As Alan Kay states, what is simpler: something that's easier to process, but for which the software written on top of it is massive; or one that takes a bit more overhead, but allows for powerful new ways to model software and reduce complexity?

I believe that an AST model is a major start in inventing "the arch" that's been missing in software, and with something that will proliferate the whole web ... how short-sighted it would be to give that up in favor of "optimizing" the old thing.

Imagine if instead of JavaScript, the language of the web had been Java? Lambdas would not be mainstream; new ways of doing OOP would not be thought of; and all the amazing libraries that have been written because of the ad-hoc object modeling that JavaScript offers. Probably one of the messiest and inefficient languages ever written, yet one of the most powerful ever given. C'mon, let's do it a step more by making it binary, homoiconic, and self-modifying.

Thanks.

shkaboinka · on Nov 3, 2016

...and if you're brave enough, think about how Christopher Alexander's philosophy of "unfolding wholeness" applies so much more to an AST than to the stack-machines of the 1960's:

https://youtu.be/98LdFA-_zfA

erichocean · on Nov 2, 2016

I'd prefer it was an SSA representation, like SPIR-V in Vulkan, or LLVM IR. Missed opportunity IMO.

sofaofthedamned · on Nov 1, 2016

I'm confused about all of this - is WebAssembly related to the Google Native Client stuff they did and are now deprecating? Is there a write-up of how it works?

wingless · on Nov 1, 2016

First there was NaCl which was a subset of x86 code leveraging x86 features to sandbox the execution. This x86 subset was produced by a special toolchain and could be verified before running.

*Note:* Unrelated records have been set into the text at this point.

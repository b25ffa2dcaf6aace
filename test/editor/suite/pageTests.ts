import assert from "node:assert/strict";
import { mkdtemp, readdir, readFile, rm, writeFile } from "node:fs/promises";
import { tmpdir } from "node:os";
import { join } from "node:path";
import * as vscode from "vscode";
import { page } from "./page.ts";
import { inEveryTheme, picture } from "./picture.ts";
import { edited, eventually, hints, openNote, pause, startOf, type Test } from "./workbench.ts";

/** What stands on the page that the workbench is drawn on; pictures of it are saved on the way. */
export const pageTests: readonly Test[] = [
  [
    "every hint is drawn in its line, whole",
    async () => {
      const { document, editor } = await openNote("winter-shuttle.plumb");
      editor.revealRange(new vscode.Range(9, 0, 9, 0), vscode.TextEditorRevealType.AtTop);
      await eventually("drawn hints", async () => {
        const drawn = await drawnLines();
        const [first] = editor.visibleRanges;
        assert.ok(first);
        const inView = (await hints(document)).filter(({ line }) =>
          first.contains(new vscode.Position(line, 0)),
        );
        assert.ok(inView.length > 8, `${inView.length} hints in view`);
        for (const { text } of inView)
          assert.ok(
            drawn.some((line) => line.includes(text)),
            `${text} in\n${drawn.join("\n")}`,
          );
      });
    },
  ],
  [
    "pictures in a light, a dark and a high-contrast theme",
    async () => {
      const { editor } = await openNote("winter-shuttle.plumb");
      editor.selection = new vscode.Selection(0, 0, 0, 0);
      await vscode.commands.executeCommand("workbench.action.closeSidebar");
      await vscode.commands.executeCommand("workbench.actions.view.problems");
      await vscode.commands.executeCommand("workbench.action.focusActiveEditorGroup");
      editor.revealRange(new vscode.Range(4, 0, 4, 0), vscode.TextEditorRevealType.AtTop);
      await inEveryTheme((name) => picture(`screenshot-${name}`));
    },
  ],
  [
    "the pointer at rest shows the finding, the result and how it came about",
    async () => {
      await pointAt("32");
      const shown = await hoverText();
      assert.match(shown, /Bank 32° exceeds the 30° that shuttle-rules allows in departure/);
      assert.match(shown, /warning-bank \d+°/);
      assert.match(shown, /From: .*56\.02 t \(line \d+\)/s);
      await pause(600);
      await page.screenshot("finding");
      await page.press("Escape");
      // The picture of a derivation, where no finding stands above it and there is room for it.
      await vscode.commands.executeCommand("workbench.action.closePanel");
      await pointAt("205");
      await hoverText();
      await page.pullUp(".monaco-resizable-hover > .monaco-sash.horizontal:not(.disabled)", 270);
      await page.scroll(".monaco-resizable-hover .monaco-hover-content", 1);
      await pause(600);
      await page.screenshot("hover");
      await page.press("Escape");
      await page.away();
    },
  ],
  [
    "the list of completions is drawn, and the one chosen is inserted",
    async () => {
      const { document, editor } = await openNote("winter-shuttle.plumb");
      const at = startOf(document, "config flaps-5").translate(0, "config ".length);
      await edited(document, async () => {
        await editor.edit((edit) => edit.delete(new vscode.Range(at, at.translate(0, "flaps-5".length))));
        editor.selection = new vscode.Selection(at, at);
        await vscode.commands.executeCommand("editor.action.triggerSuggest");
        await eventually("the configurations", async () => {
          const rows = (await page.texts(".suggest-widget.visible .monaco-list-row")).join("\n");
          for (const name of ["clean", "flaps-5", "flaps-15", "flaps-30"])
            assert.ok(rows.includes(name), rows);
        });
        await pause(800);
        await page.screenshot("completion");
        // Not the whole name: what stands in the note in the end must come from the list.
        await page.type("flaps-3");
        await eventually("one row", async () => {
          const rows = await page.texts(".suggest-widget.visible .monaco-list-row");
          assert.equal(rows.length, 1, rows.join("\n"));
        });
        await page.press("Enter");
        await eventually("the accepted name", () =>
          assert.match(document.lineAt(at.line).text, /config flaps-30;/),
        );
      });
    },
  ],
  [
    "the Problems list holds the findings",
    async () => {
      await openNote("winter-shuttle.plumb");
      await vscode.commands.executeCommand("workbench.actions.view.problems");
      await eventually("rows of the list", async () => {
        const rows = (await page.texts(".markers-panel .monaco-list-row")).join("\n");
        assert.match(rows, /Bank 32° exceeds the 30° that shuttle-rules allows in departure/);
      });
      await picture("problems");
    },
  ],
  [
    "the values of a line are read by the keyboard alone",
    async () => {
      const { document, editor } = await openNote("winter-shuttle.plumb");
      const line = startOf(document, "bank 32").line;
      editor.selection = new vscode.Selection(line, 3, line, 3);
      await vscode.commands.executeCommand("workbench.action.focusActiveEditorGroup");
      await page.press("Control+k");
      await page.press("Control+v");
      await eventually("the sentence", async () => {
        const shown = (await page.texts(".notification-toast .notification-list-item-message")).join("\n");
        assert.match(
          shown,
          /^Line \d+, departure, Noise turn; bank: warning at \d+°, .*error: Bank 32° exceeds/,
        );
      });
      await pause(500);
      await page.screenshot("read-line");
      assert.equal(document.isDirty, false);
      await vscode.commands.executeCommand("notifications.clearAll");
    },
  ],
  [
    "the form of a copy is picked from a list",
    async () => {
      const { document, editor } = await openNote("winter-shuttle.plumb");
      const at = startOf(document, "bank 32");
      editor.selection = new vscode.Selection(at, at);
      void vscode.commands.executeCommand("plumbline.copyWithValues");
      await eventually("the forms", async () => {
        const rows = await page.texts(".quick-input-list .monaco-list-row");
        assert.equal(rows.length, 3, rows.join(" / "));
      });
      await page.screenshot("copy");
      await page.type("markdown");
      await page.press("Enter");
      await eventually("the copy", async () =>
        assert.match(await vscode.env.clipboard.readText(), /^\| Line \| Note \| Values \|/),
      );
    },
  ],
  [
    "the kinds of hints are ticked in a list",
    async () => {
      await openNote("winter-shuttle.plumb");
      const kinds = () => vscode.workspace.getConfiguration("plumbline").get<string[]>("hints.kinds", []);
      const all = kinds();
      void vscode.commands.executeCommand("plumbline.chooseHints");
      await eventually("the kinds", async () => {
        const rows = await page.texts(".quick-input-list .monaco-list-row");
        assert.equal(rows.length, all.length, rows.join(" / "));
      });
      await page.screenshot("choose-hints");
      // The first in the list, which the keyboard stands on.
      await page.press("ArrowDown");
      await page.press("Space");
      await page.press("Enter");
      await eventually("one kind less", () => assert.deepEqual(kinds(), all.slice(1)));
      await vscode.commands.executeCommand("plumbline.chooseHints", all);
    },
  ],
  [
    "the hints of a fence are drawn in Markdown",
    async () => {
      await openNote("contingency-briefing.md");
      await eventually("drawn hints", async () =>
        assert.match((await drawnLines()).join("\n"), /"After de-icing".?≈ margin \d\.\d\d, ratio \d\.\d\d/),
      );
      await picture("markdown");
    },
  ],
  [
    "the demo is opened as a new folder, beside one that is there already",
    async () => {
      const parent = await mkdtemp(join(tmpdir(), "plumbline-parent-"));
      try {
        const open = () => vscode.commands.executeCommand("plumbline.openDemo", vscode.Uri.file(parent));
        const demo = join(process.env.PLUMBLINE_REPOSITORY as string, "demo");
        void open();
        assert.ok((await page.opened()).includes(join(parent, "plumbline-demo")));
        const copied = (await readdir(join(parent, "plumbline-demo"))).sort();
        assert.deepEqual(copied, (await readdir(demo)).sort());
        const mine = join(parent, "plumbline-demo", "winter-shuttle.plumb");
        await writeFile(mine, "My own words.\n");
        void open();
        assert.ok((await page.opened()).includes(join(parent, "plumbline-demo-2")));
        assert.equal(await readFile(mine, "utf8"), "My own words.\n");
      } finally {
        await rm(parent, { recursive: true, force: true });
      }
    },
  ],
];

/** The text of the lines in view, with what is drawn between the words. */
async function drawnLines(): Promise<string[]> {
  return (await page.texts(".view-line")).map((line) => line.replaceAll("\u00a0", " "));
}

async function hoverText(): Promise<string> {
  return eventually("a hover", async () => {
    const text = (await page.texts(".monaco-hover:not(.hidden) .hover-row"))
      .join("\n")
      .replaceAll("\u00a0", " ");
    assert.match(text, /From:/);
    return text;
  });
}

/** Rests the pointer on a word of the note, which stands from its top in the view. */
async function pointAt(word: string): Promise<void> {
  const { editor } = await openNote("winter-shuttle.plumb");
  editor.selection = new vscode.Selection(0, 0, 0, 0);
  editor.revealRange(new vscode.Range(0, 0, 0, 0), vscode.TextEditorRevealType.AtTop);
  await page.hover(".view-line > span > span", word);
}
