import { tests } from "./tests.ts";

/** Runs the suite in the extension host. Throws where a test failed, as the editor expects it. */
export async function run(): Promise<void> {
  let failed = 0;
  for (const [name, test] of tests) {
    try {
      await test();
      console.log(`  ok    ${name}`);
    } catch (error) {
      failed++;
      console.log(
        `  FAIL  ${name}\n        ${error instanceof Error ? (error.stack ?? error.message) : String(error)}`,
      );
    }
  }
  console.log(`editor: ${tests.length - failed} passed, ${failed} failed`);
  if (failed > 0) throw new Error(`${failed} of ${tests.length} editor tests failed.`);
}
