import assert from "node:assert/strict";
import * as vscode from "vscode";
import { page } from "./page.ts";
import { eventually, pause } from "./workbench.ts";

/** Takes the pointer and messages away first. */
export async function picture(name: string): Promise<void> {
  await vscode.commands.executeCommand("notifications.clearAll");
  await page.away();
  await pause(600);
  await page.screenshot(name);
}

/** Does something in a light, a dark and a high-contrast theme, and goes back to the light one. */
export async function inEveryTheme(
  work: (name: "light" | "dark" | "contrast") => Promise<void>,
): Promise<void> {
  try {
    for (const [theme, kind, name] of [
      ["Default Light Modern", vscode.ColorThemeKind.Light, "light"],
      ["Default Dark Modern", vscode.ColorThemeKind.Dark, "dark"],
      ["Default High Contrast", vscode.ColorThemeKind.HighContrast, "contrast"],
    ] as const) {
      await change(theme, kind);
      await work(name);
    }
  } finally {
    await change("Default Light Modern", vscode.ColorThemeKind.Light);
  }
}

async function change(theme: string, kind: vscode.ColorThemeKind): Promise<void> {
  await vscode.workspace
    .getConfiguration("workbench")
    .update("colorTheme", theme, vscode.ConfigurationTarget.Global);
  await eventually(theme, () => assert.equal(vscode.window.activeColorTheme.kind, kind));
  // The colours of the text follow a little later than the kind.
  await pause(1200);
}
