import { findings } from "./generateNote.mjs";

/** Answers of about the size of a real server's, for an echo server that stands in for one. */
export function standInAnswers() {
  const range = (line) => ({ start: { line, character: 2 }, end: { line, character: 14 } });
  const items = Array.from({ length: findings }, (_, at) => ({
    range: range(at * 50),
    severity: 1,
    code: "bank-over-limit",
    codeDescription: { href: "file:///bench/pages/bank-over-limit.md" },
    source: "plumbline",
    message:
      "Bank 33 is more than the 30 that pipit-rules allows in climb; at 250 kt the warning comes at 70.",
    relatedInformation: [
      {
        location: { uri: "file:///bench/note.plumb", range: range(11) },
        message: "The row: must any bank 30",
      },
    ],
  }));
  const hints = Array.from({ length: 36 }, (_, at) => ({
    position: { line: at, character: 30 },
    label: [{ value: "≈ margin 1.85, ratio 1.88" }],
    paddingLeft: true,
    data: { uri: "file:///bench/note.plumb", version: 1, line: at },
  }));
  return { diagnostics: { kind: "full", items }, hints };
}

Then PNaCl came along with a platform-independent bitcode format based on LLVM IR, which was translated to host's native code in the browser.

Then WASM (also platform-independent) came along striving to be a multi-vendor solution. Unlike the other two WASM directly targets the JavaScript engine. It started out as a serialization format for JavaScript AST.

amyjess · on Nov 1, 2016

Adding to this, PNaCl relies heavily on Chrome's sandbox, so any third-party implementation of PNaCl would involve re-implementing large swaths of Chrome. It's not as portable as you'd think. WASM was designed from the ground up to not depend on any browser's implementation.

bobajeff · on Nov 1, 2016

No other than that it's meant to be used in much the same way and has some of the same developers working on it.

This might help you:

https://github.com/WebAssembly/design/blob/master/FAQ.md

sofaofthedamned · on Nov 1, 2016

Thank you, very useful.

hood_syntax · on Nov 1, 2016

http://webassembly.org/ should have the information you want.

Marat_Dukhan · on Nov 1, 2016

Google Native Client is not deprecated, it is still supported in Chrome, and in many ways exceeds the capabilities of WebAssembly.

WebAssembly is very different, and in Chrome it is implemented on top of TurboFan, V8's code generator, rather than Native Client.

sofaofthedamned · on Nov 1, 2016

Thank you. It's interesting to see the original idea of NC growing and becoming cross-browser.